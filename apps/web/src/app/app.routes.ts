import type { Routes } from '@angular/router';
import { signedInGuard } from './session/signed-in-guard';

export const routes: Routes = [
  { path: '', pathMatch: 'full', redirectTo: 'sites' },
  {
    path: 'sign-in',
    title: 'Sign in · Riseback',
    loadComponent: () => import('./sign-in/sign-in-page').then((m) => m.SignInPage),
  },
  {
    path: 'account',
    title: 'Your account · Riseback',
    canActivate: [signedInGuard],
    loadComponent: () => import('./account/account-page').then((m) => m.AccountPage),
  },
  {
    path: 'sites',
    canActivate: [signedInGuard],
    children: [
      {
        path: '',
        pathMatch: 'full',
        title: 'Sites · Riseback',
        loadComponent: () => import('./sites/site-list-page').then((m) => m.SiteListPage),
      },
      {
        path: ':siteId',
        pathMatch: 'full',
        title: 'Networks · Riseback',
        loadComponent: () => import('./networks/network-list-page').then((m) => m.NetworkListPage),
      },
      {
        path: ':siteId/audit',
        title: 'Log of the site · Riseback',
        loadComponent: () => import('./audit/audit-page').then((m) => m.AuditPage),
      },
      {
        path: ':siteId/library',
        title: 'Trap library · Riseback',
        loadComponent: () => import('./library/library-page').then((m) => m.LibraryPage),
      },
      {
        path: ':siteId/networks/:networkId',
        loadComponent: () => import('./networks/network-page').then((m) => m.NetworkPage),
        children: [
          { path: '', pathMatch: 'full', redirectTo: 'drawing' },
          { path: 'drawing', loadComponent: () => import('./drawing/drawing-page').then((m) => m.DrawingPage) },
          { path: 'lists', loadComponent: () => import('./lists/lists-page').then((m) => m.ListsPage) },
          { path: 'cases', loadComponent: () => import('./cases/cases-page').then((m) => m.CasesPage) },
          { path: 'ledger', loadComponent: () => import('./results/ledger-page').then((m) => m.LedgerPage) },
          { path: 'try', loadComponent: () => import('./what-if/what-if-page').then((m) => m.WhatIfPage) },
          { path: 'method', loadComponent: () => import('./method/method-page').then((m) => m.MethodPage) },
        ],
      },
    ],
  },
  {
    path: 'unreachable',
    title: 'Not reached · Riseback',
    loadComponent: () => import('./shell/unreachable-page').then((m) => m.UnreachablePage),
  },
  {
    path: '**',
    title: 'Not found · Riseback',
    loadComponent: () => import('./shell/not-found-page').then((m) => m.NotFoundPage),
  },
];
==
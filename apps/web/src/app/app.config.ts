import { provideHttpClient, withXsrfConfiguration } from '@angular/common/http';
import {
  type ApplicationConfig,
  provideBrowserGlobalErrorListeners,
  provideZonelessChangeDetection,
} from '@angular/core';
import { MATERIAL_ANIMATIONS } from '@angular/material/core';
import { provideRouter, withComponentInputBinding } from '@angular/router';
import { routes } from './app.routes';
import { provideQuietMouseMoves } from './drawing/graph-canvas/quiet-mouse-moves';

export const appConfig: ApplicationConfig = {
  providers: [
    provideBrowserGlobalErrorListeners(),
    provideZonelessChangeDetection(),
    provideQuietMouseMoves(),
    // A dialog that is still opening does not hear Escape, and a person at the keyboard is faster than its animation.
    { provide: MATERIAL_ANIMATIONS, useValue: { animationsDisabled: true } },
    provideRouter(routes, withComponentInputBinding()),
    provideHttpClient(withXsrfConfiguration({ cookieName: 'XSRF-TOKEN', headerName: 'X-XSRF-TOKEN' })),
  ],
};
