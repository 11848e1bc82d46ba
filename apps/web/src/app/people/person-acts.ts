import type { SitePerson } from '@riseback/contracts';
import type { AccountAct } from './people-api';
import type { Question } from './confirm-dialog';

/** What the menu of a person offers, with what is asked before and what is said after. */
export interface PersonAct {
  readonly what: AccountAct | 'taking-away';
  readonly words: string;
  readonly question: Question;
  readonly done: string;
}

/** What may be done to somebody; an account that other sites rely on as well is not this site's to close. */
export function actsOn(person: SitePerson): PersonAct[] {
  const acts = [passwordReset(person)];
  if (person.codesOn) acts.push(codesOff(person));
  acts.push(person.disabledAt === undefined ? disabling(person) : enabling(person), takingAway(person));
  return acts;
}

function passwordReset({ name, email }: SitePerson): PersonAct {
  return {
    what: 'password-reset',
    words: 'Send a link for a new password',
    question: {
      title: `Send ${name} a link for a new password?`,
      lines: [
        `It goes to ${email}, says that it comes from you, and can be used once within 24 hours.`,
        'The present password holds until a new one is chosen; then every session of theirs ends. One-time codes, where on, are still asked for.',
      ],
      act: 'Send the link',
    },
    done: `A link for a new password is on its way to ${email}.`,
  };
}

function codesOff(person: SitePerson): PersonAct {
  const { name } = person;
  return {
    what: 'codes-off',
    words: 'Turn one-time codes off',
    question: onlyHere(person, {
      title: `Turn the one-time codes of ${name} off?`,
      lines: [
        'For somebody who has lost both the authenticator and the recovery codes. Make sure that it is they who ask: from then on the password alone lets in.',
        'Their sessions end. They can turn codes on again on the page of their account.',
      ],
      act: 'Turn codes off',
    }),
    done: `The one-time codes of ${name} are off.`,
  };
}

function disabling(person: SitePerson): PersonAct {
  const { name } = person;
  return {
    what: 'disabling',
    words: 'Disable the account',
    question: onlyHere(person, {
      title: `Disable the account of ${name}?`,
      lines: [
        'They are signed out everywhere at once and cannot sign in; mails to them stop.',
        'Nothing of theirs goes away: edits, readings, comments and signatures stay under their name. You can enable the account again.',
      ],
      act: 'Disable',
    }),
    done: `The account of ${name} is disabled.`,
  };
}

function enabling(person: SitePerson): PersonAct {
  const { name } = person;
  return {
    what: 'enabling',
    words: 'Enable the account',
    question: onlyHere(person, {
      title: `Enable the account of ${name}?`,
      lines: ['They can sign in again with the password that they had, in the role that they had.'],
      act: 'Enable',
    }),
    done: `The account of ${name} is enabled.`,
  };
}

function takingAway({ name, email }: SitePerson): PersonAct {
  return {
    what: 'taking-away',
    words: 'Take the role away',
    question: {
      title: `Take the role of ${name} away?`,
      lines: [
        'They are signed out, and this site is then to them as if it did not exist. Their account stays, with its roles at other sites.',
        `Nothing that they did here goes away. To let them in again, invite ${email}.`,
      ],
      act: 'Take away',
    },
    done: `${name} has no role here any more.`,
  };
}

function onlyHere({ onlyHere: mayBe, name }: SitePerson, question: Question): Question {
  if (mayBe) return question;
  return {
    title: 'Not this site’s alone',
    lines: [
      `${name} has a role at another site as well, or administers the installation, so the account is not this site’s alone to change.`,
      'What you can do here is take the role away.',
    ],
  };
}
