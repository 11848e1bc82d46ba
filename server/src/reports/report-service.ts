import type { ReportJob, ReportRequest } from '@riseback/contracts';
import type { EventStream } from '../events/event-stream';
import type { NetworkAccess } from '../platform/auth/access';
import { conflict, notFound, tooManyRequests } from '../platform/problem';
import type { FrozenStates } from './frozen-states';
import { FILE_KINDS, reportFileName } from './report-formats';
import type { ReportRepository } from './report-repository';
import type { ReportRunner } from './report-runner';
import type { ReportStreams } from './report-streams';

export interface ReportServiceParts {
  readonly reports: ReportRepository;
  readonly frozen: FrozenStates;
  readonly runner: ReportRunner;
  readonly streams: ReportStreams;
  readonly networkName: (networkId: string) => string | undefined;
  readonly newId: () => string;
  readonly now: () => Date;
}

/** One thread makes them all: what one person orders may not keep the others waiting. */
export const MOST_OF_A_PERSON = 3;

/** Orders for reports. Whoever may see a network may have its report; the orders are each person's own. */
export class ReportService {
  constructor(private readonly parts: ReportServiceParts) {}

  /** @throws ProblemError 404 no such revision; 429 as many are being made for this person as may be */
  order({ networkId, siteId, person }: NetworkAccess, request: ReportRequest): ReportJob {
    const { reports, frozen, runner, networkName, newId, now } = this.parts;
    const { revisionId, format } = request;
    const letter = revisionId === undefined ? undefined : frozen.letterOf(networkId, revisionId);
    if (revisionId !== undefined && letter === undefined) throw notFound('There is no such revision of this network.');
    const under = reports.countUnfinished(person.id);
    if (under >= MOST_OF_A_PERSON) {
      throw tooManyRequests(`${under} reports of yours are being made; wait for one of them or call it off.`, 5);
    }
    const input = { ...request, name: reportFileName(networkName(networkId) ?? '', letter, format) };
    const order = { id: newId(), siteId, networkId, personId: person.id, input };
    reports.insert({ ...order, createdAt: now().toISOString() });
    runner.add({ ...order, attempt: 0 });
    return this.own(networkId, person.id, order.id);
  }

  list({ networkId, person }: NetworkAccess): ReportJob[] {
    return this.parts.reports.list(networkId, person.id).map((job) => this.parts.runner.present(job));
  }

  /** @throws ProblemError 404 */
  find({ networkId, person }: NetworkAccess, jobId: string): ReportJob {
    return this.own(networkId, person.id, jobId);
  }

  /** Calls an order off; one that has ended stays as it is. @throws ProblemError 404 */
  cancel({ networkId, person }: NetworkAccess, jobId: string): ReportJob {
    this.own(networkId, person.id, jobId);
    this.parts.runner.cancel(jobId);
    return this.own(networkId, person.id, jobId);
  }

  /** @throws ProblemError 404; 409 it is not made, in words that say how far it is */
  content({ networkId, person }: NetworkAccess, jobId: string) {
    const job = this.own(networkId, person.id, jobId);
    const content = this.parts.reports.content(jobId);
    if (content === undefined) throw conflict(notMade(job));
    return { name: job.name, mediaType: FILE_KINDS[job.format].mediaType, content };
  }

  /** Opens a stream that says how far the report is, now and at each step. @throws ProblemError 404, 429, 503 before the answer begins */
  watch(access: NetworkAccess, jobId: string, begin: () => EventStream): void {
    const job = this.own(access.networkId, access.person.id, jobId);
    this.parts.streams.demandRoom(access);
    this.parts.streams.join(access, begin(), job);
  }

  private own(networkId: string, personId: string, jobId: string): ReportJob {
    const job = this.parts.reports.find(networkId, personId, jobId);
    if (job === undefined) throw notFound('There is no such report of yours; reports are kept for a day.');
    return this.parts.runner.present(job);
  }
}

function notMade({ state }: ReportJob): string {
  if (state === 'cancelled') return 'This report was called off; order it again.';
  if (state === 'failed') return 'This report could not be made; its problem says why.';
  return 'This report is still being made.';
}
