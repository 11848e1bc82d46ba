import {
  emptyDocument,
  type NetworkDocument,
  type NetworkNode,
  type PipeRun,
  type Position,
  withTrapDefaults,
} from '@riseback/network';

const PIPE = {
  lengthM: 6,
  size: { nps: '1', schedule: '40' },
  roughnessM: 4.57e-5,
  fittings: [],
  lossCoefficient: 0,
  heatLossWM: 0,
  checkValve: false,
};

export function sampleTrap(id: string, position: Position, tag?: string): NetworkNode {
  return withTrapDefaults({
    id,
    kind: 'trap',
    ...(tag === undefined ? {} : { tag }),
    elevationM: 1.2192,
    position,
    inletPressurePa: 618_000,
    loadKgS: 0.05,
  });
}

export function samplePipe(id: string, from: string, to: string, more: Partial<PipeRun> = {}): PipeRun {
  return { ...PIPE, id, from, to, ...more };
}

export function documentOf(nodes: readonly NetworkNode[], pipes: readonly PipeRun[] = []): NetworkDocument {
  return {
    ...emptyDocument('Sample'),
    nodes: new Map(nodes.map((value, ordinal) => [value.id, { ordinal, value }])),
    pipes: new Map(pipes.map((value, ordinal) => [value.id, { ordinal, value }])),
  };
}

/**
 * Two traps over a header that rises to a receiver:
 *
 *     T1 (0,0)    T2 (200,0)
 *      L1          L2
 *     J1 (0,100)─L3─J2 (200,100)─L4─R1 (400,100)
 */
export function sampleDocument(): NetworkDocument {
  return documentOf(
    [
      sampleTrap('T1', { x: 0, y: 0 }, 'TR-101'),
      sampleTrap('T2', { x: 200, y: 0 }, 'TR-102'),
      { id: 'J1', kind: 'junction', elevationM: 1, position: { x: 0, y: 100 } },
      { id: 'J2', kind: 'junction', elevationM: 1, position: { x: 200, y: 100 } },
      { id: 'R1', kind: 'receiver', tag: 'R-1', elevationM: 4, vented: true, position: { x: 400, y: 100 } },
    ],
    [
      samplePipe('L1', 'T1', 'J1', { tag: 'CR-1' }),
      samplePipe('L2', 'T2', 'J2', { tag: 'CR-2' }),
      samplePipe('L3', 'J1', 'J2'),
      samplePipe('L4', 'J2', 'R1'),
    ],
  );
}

== Required action ==
Reply with the number of lines in the material above that contain "tooManyRequests", and nothing more.

== The completed task ==
2